* Required action: Within the entries below, find every line that has the string "attr", then copy it.

* Dataset records:
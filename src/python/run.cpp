// A whole scenario run (pipeline/, report/): from a scenario file or a Python dict with the same
// keys, returning the results (N, verdicts, constraint curves as arrays, summary.json as a dict)
// and writing the same files as `ember run` when asked. The run releases the GIL and stops at
// the next scan row on Ctrl-C.
#include "ember/pipeline/run.hpp"

#include <fmt/format.h>
#include <yaml-cpp/yaml.h>

#include <atomic>
#include <chrono>
#include <future>

#include "bindings.hpp"
#include "ember/core/cache.hpp"
#include "ember/core/errors.hpp"
#include "ember/core/parallel.hpp"
#include "ember/report/outputs.hpp"
#include "ember/tunnelling/prescription.hpp"

namespace ember::python {

namespace {

namespace u = ember::units;

// Thrown from the job's row hook once Python has seen Ctrl-C: not an Ember error kind, so no
// stage records it as a failed point, and the job unwinds.
struct Cancelled : std::runtime_error {
  Cancelled() : std::runtime_error("cancelled") {}
};

// A Python value as YAML: dicts, lists and tuples, strings, numbers, booleans and None.
YAML::Node yaml_of(py::handle v, const std::string& where) {
  if (py::isinstance<py::dict>(v)) {
    YAML::Node n(YAML::NodeType::Map);
    for (const auto& [k, value] : v.cast<py::dict>()) {
      if (!py::isinstance<py::str>(k))
        throw InputError(fmt::format("scenario dict: key {} at {}: expected a string key", std::string(py::repr(k)),
                                     where.empty() ? "the top" : where));
      const std::string key = k.cast<std::string>();
      n[key] = yaml_of(value, where.empty() ? key : where + "." + key);
    }
    return n;
  }
  if (py::isinstance<py::list>(v) || py::isinstance<py::tuple>(v)) {
    YAML::Node n(YAML::NodeType::Sequence);
    for (const auto& item : v) n.push_back(yaml_of(item, where));
    return n;
  }
  if (v.is_none()) return YAML::Node(YAML::NodeType::Null);
  if (py::isinstance<py::bool_>(v)) return YAML::Node(v.cast<bool>() ? "true" : "false");
  if (py::isinstance<py::int_>(v) || py::isinstance<py::float_>(v) || py::isinstance<py::str>(v))
    return YAML::Node(std::string(py::str(v)));
  throw InputError(fmt::format("scenario dict: {} at {}: a {}; expected a dict, list, string, number or bool",
                               std::string(py::repr(v)), where,
                               std::string(py::str(py::type::of(v).attr("__name__")))));
}

scenario::LoadedScenario load(py::handle scenario) {
  if (py::isinstance<py::dict>(scenario)) {
    YAML::Emitter out;
    out << yaml_of(scenario, "");
    // Block style, one key a line: the diagnostics' line numbers point into this text.
    return scenario::load_scenario_text(out.c_str(), "scenario (a Python dict)", std::filesystem::current_path());
  }
  const py::object os = py::module_::import("os");
  if (py::isinstance<py::str>(scenario) || py::isinstance(scenario, os.attr("PathLike")))
    return scenario::load_scenario_file(os.attr("fspath")(scenario).cast<std::string>());
  throw InputError("scenario: expected a scenario file's path or a dict with the keys of a scenario file");
}

// Runs `work` on a thread of its own with the GIL released, checking for Ctrl-C every 0.1 s;
// on Ctrl-C the work is told to stop (`cancel`), is waited for, and KeyboardInterrupt raised.
template <class Result, class Work>
Result interruptible(Work&& work) {
  std::atomic<bool> cancel{false};
  std::future<Result> done = std::async(std::launch::async, [&] { return work(cancel); });
  {
    py::gil_scoped_release unlocked;
    while (done.wait_for(std::chrono::milliseconds(100)) != std::future_status::ready) {
      py::gil_scoped_acquire locked;
      if (PyErr_CheckSignals() != 0) {
        cancel = true;
        break;
      }
    }
  }
  if (cancel) {
    {
      py::gil_scoped_release unlocked;
      done.wait();
    }
    try {
      (void)done.get();
    } catch (...) {  // Cancelled, or whatever stopped it first: the interrupt is the news
    }
    throw py::error_already_set();  // the KeyboardInterrupt PyErr_CheckSignals raised
  }
  return done.get();  // Ember's errors become InputError, NumericalError, OutputError
}

struct Finished {
  pipeline::JobResults results;
  std::vector<std::string> files;
};

py::dict curve_dict(const pipeline::PrescriptionOutcome& o) {
  std::vector<double> mass, width, beta, f, low, high;
  std::vector<bool> has_beta, has_f, has_low, has_high;
  const auto put = [](const std::optional<double>& v, std::vector<double>& x, std::vector<bool>& has) {
    x.push_back(v.value_or(0.0));
    has.push_back(v.has_value());
  };
  for (const auto& row : o.curve) {
    mass.push_back(row.mass / u::gram);
    width.push_back(row.width);
    put(row.beta_max, beta, has_beta);
    put(row.f_max, f, has_f);
    put(row.band_low, low, has_low);
    put(row.band_high, high, has_high);
  }
  py::dict d;
  d["mass_g"] = array(mass);
  d["width"] = array(width);
  d["beta_max"] = masked(beta, has_beta);
  d["f_max"] = masked(f, has_f);
  d["band_low"] = masked(low, has_low);
  d["band_high"] = masked(high, has_high);
  return d;
}

py::object maybe(const std::optional<double>& v) {
  return v ? py::object(py::float_(*v)) : py::object(py::none());
}

// The threshold searches per input (top_mass, ...): the window, the critical top mass, per
// prescription the two thresholds with their notes, and every evaluation as arrays (the rows of
// sensitivity.csv).
py::dict thresholds_dict(const pipeline::JobResults& r) {
  py::dict out;
  for (const auto& in : r.thresholds) {
    py::dict d, per;
    d["central"] = in.central;
    d["sigma"] = in.sigma;
    d["window"] = py::make_tuple(in.from, in.to);
    d["tolerance"] = in.tolerance;
    d["critical_top_mass"] = maybe(in.critical_top_mass);
    for (std::size_t k = 0; k < in.prescriptions.size(); ++k) {
      const auto& t = in.prescriptions[k];
      std::vector<double> value, n, ratio;
      std::vector<bool> has_n, has_ratio;
      for (const auto& s : in.samples) {
        if (s.prescription != k) continue;
        value.push_back(s.value);
        n.push_back(s.lightcone.value_or(0.0));
        has_n.push_back(s.lightcone.has_value());
        ratio.push_back(s.max_ratio.value_or(0.0));
        has_ratio.push_back(s.max_ratio.has_value());
      }
      py::dict p;
      p["threshold"] = maybe(t.exclusion.value);
      p["threshold_note"] = t.exclusion.note;
      p["outruns_threshold"] = maybe(t.outruns.value);
      p["outruns_threshold_note"] = t.outruns.note;
      p["value"] = array(value);
      p["N"] = masked(n, has_n);
      p["max_decay_to_evaporation"] = masked(ratio, has_ratio);
      per[py::str(tunnelling::name_of(r.outcomes.at(k).prescription))] = p;
    }
    d["prescriptions"] = per;
    out[py::str(scenario::name_of(in.input))] = d;
  }
  return out;
}

py::dict results_dict(const scenario::LoadedScenario& loaded, const Finished& done) {
  const pipeline::JobResults& r = done.results;
  py::dict out;
  const py::object summary = from_json_text(report::summary_json(loaded, r).dump());
  py::dict n, excluded, verdicts, curves;
  for (const auto& o : r.outcomes) {
    const py::str name(tunnelling::name_of(o.prescription));
    n[name] = o.counts.lightcone;
    excluded[name] = o.excluded;
    verdicts[name] = summary["prescriptions"][name]["verdict"];
    curves[name] = curve_dict(o);
  }
  out["title"] = loaded.scenario.title;
  out["N"] = n;
  out["excluded"] = excluded;
  out["verdicts"] = verdicts;
  out["curves"] = curves;
  out["thresholds"] = thresholds_dict(r);
  py::list failures;
  for (const auto& f : r.failures) failures.append(f.reason);
  out["failures"] = failures;
  out["summary"] = summary;
  if (!done.files.empty()) out["files"] = done.files;
  return out;
}

py::dict run(py::handle scenario, py::handle output, int threads, py::handle cache_dir, bool use_cache, bool quiet,
             bool adopt_folder) {
  const scenario::LoadedScenario loaded = load(scenario);
  if (threads < 0 || threads > 1024)
    throw InputError(fmt::format("threads {}: expected 0 (every core) to 1024", threads));
  const int workers = threads > 0 ? threads : default_threads();
  std::optional<std::filesystem::path> cache;
  if (!cache_dir.is_none()) cache = py::module_::import("os").attr("fspath")(cache_dir).cast<std::string>();
  std::optional<std::filesystem::path> out;
  if (!output.is_none()) out = py::module_::import("os").attr("fspath")(output).cast<std::string>();
  const Finished done = interruptible<Finished>([&](const std::atomic<bool>& cancel) {
    pipeline::JobOptions numerics;
    numerics.before_row = [&cancel](std::size_t, std::size_t, std::size_t) {
      if (cancel) throw Cancelled();
    };
    if (!out) {  // results only: no checkpoint, nothing written but the cache
      numerics.threads = workers;
      numerics.quiet = quiet;
      if (use_cache) numerics.cache_directory = cache ? cache : default_cache_directory();
      return Finished{pipeline::run_job(loaded.scenario, numerics), {}};
    }
    pipeline::RunSettings settings;
    settings.threads = workers;
    settings.quiet = quiet;
    settings.use_cache = use_cache;
    settings.cache_directory = cache;
    settings.foreign = adopt_folder ? ForeignFolder::adopt : ForeignFolder::refuse;
    const pipeline::ScenarioRun run = pipeline::run_scenario(loaded, *out, settings, numerics);
    // The plot data is written; drawing figures is the caller's (scripts/plot, or matplotlib here).
    const report::Written w = report::write_outputs(loaded, run.results, *out, {}, run.foreign);
    pipeline::discard_checkpoint(run);
    return Finished{run.results, w.files};
  });
  return results_dict(loaded, done);
}

}  // namespace

void add_run(py::module_& m) {
  m.def("run", &run, py::arg("scenario"), py::kw_only(), py::arg("output") = py::none(), py::arg("threads") = 0,
        py::arg("cache_dir") = py::none(), py::arg("use_cache") = true, py::arg("quiet") = true,
        py::arg("adopt_folder") = false,
        "Run a scenario: a scenario file's path, or a dict with the same keys. Returns a dict: N (expected decays "
        "in our past light cone per prescription), excluded and verdicts per prescription, curves (per "
        "prescription: mass_g, width, beta_max, f_max, band_low, band_high as numpy arrays, masked where there is "
        "no constraint), thresholds (per input of scan.thresholds: central, sigma, window, tolerance, "
        "critical_top_mass, and per prescription threshold, outruns_threshold, their notes and the evaluations "
        "value, N, max_decay_to_evaporation as arrays), failures, and summary (summary.json as a dict). With "
        "output=FOLDER the files of `ember "
        "run` are written there too (plot data, no figures). threads: 0 for every core. Ctrl-C stops the run.");
  m.def(
      "load_scenario",
      [](py::handle scenario) {
        const scenario::LoadedScenario l = load(scenario);
        return from_json_text(scenario::resolved_json(l.resolved).dump());
      },
      py::arg("scenario"), "Validate a scenario (file or dict) and return it with every default filled in.");
}

}  // namespace ember::python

* Output of the task:
                               std::string(py::str(py::type::of(v).attr("__name__")))));
  if (py::isinstance<py::str>(scenario) || py::isinstance(scenario, os.attr("PathLike")))
    return scenario::load_scenario_file(os.attr("fspath")(scenario).cast<std::string>());
  if (!cache_dir.is_none()) cache = py::module_::import("os").attr("fspath")(cache_dir).cast<std::string>();
  if (!output.is_none()) out = py::module_::import("os").attr("fspath")(output).cast<std::string>();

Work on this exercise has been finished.